Another server request from the same month asks for an H100 graphics card— banned from export to China since 2022—which can cost tens of thousands of dollars apiece. The listing specifies that the cards must be delivered in their original packaging and installed on-site. Another AI server request published in July 2024 also calls for H100 GPUs.
The Chinese military isn't only calling for AI servers.
One project from April, for example, shows a military unit requesting a 33-pound "robot dog" with an Nvidia Jetson computing module as part of an unspecified training project. This particular request was later canceled, and Jetson modules are not barred from being exported to China for most use cases.
It's unclear whether the Chinese military actually obtained these chips. Ryan Fedasiuk, a former State Department advisor on China tech policy, says the Chinese military has many ways to acquire them.
"There are ample cutouts, subsidiaries, and shell companies that the PLA can and does use to source chips illicitly from American companies, including Nvidia," he told BI.
Nvidia plans to sell H20 chips to China again
Some national security policymakers and professionals have expressed concerns about making it easier for China to get some Nvidia chips.
Twenty of them sent a letter to the Commerce Department on Monday asking the US to reimpose the H20 ban, saying the chips would "support China's military."
"This reversal will certainly open the floodgates," said Craig Singleton, a senior director at the Foundation for Defense of Democracies who co-signed the letter.
The Commerce Department told BI that the current administration has tightened controls compared to its predecessor.

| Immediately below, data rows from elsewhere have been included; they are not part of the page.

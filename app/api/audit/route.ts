import Papa from 'papaparse'
import { withRole } from '@/app/_lib/http/access'
import { countAudit, listAudit } from '@/db/queries/audit'
import { auditFilterSchema } from '@/app/_schemas/audit'
import { parseQuery } from '@/app/_schemas/query'
import { AUDIT_READERS } from '@/domain/roles'

/** Cells starting like this are formulas to a spreadsheet (=, +, -, @, tab, carriage return). */
const CSV_FORMULA_START = /^[=+\-@\t\r]/


// GET /api/audit?entityType=&action=&actorId=&since=&until=&limit=&page=&format=csv — the audit trail, newest first, a page at a time (admin, lead engineer)
export const GET = withRole(AUDIT_READERS, async (req) => {
  const q = parseQuery(req, auditFilterSchema)
  const filter = { ...q, offset: (q.page - 1) * q.limit }
  const rows = await listAudit(filter)
  if (q.format === 'json') return Response.json({ entries: rows, page: q.page, pageSize: q.limit, total: await countAudit(filter) })
  const csv = Papa.unparse(
    rows.map((r) => ({ at: r.at.toISOString(), actor: r.actorName ?? '', action: r.action, entity: r.entityType, entityId: r.entityId ?? '', ip: r.ip ?? '', details: JSON.stringify(r.details) })),
    // A cell a spreadsheet would run as a formula gets a leading ' (papaparse's own pattern stops at a newline).
    { escapeFormulae: CSV_FORMULA_START },
  )
  return new Response(csv, { headers: { 'content-type': 'text/csv; charset=utf-8', 'content-disposition': 'attachment; filename="mapwright-audit.csv"' } })
})
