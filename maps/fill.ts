/**
 * Spreadsheet-style fill and clear on a selection: fill down copies the selection's top row into
 * the rows below it, fill right copies its left column into the columns to its right, clear sets
 * the cells to the map's neutral value. Each returns a new table (the input is never touched).
 */
import { MapEditError } from './errors'
import { mapSelection } from './edit-ops'
import { normaliseSelection, type Selection } from './selection'
import type { MapTable } from './table'

/**
 * What a cleared cell holds, N·m: zero torque request. A map cell cannot be empty (the
 * controller interpolates every cell), and 0 N·m is the one value that asks the motor for
 * nothing on a drive map and brakes with nothing on a regen map.
 */
export const CLEARED_TORQUE_NM = 0

/**
 * Every selected cell set to CLEARED_TORQUE_NM.
 * @example clearCells(t, { r0: 0, c0: 0, r1: 0, c1: 1 }).values[0] // [0, 0, …]
 */
export function clearCells(table: MapTable, sel: Selection): MapTable {
  return mapSelection(table, sel, () => CLEARED_TORQUE_NM)
}

/**
 * Fill down: the top row of the selection copied into its other rows. With a single selected
 * row, the row above it is copied into it (as spreadsheets do); the first row has nothing above.
 * @example fillDown(t, { r0: 0, c0: 0, r1: 2, c1: 1 }) // rows 1 and 2 take row 0's values in columns 0–1
 */
export function fillDown(table: MapTable, sel: Selection): MapTable {
  const s = normaliseSelection(table, sel)
  const from = s.r0 === s.r1 ? s.r0 - 1 : s.r0
  if (from < 0) throw new MapEditError('nothing-to-fill', 'fill down needs a row above the selected one, or a selection of several rows')
  return mapSelection(table, { ...s, r0: from === s.r0 ? s.r0 + 1 : s.r0 }, (_v, _r, c) => table.values[from][c])
}

/**
 * Fill right: the left column of the selection copied into its other columns. With a single
 * selected column, the column to its left is copied into it; the first column has none.
 * @example fillRight(t, { r0: 0, c0: 0, r1: 1, c1: 2 }) // columns 1 and 2 take column 0's values in rows 0–1
 */
export function fillRight(table: MapTable, sel: Selection): MapTable {
  const s = normaliseSelection(table, sel)
  const from = s.c0 === s.c1 ? s.c0 - 1 : s.c0
  if (from < 0) throw new MapEditError('nothing-to-fill', 'fill right needs a column left of the selected one, or a selection of several columns')
  return mapSelection(table, { ...s, c0: from === s.c0 ? s.c0 + 1 : s.c0 }, (_v, r) => table.values[r][from])
}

"The Trump Administration will consider any H20 license applications carefully, accounting for both the benefits and the costs of potential exports from America and taking into account the views of experts across the US Government," a Commerce spokesperson said.
'Nobody can beat Nvidia'
Fedasiuk reviewed some of the records found by BI and said they show that the Chinese military, like Chinese AI companies, wants to use the best hardware possible, and domestic chips like Huawei's don't cut it.
"In terms of sheer processing power that a given chip is capable of bringing to bear, nobody can beat Nvidia. Huawei is not close," Fedasiuk said.
Nvidia CEO Jensen Huang has downplayed such concerns, saying China's military doesn't want to rely on US technology.
"They simply can't rely on it," Huang said in July on CNN.
"It could, of course, be limited at any time."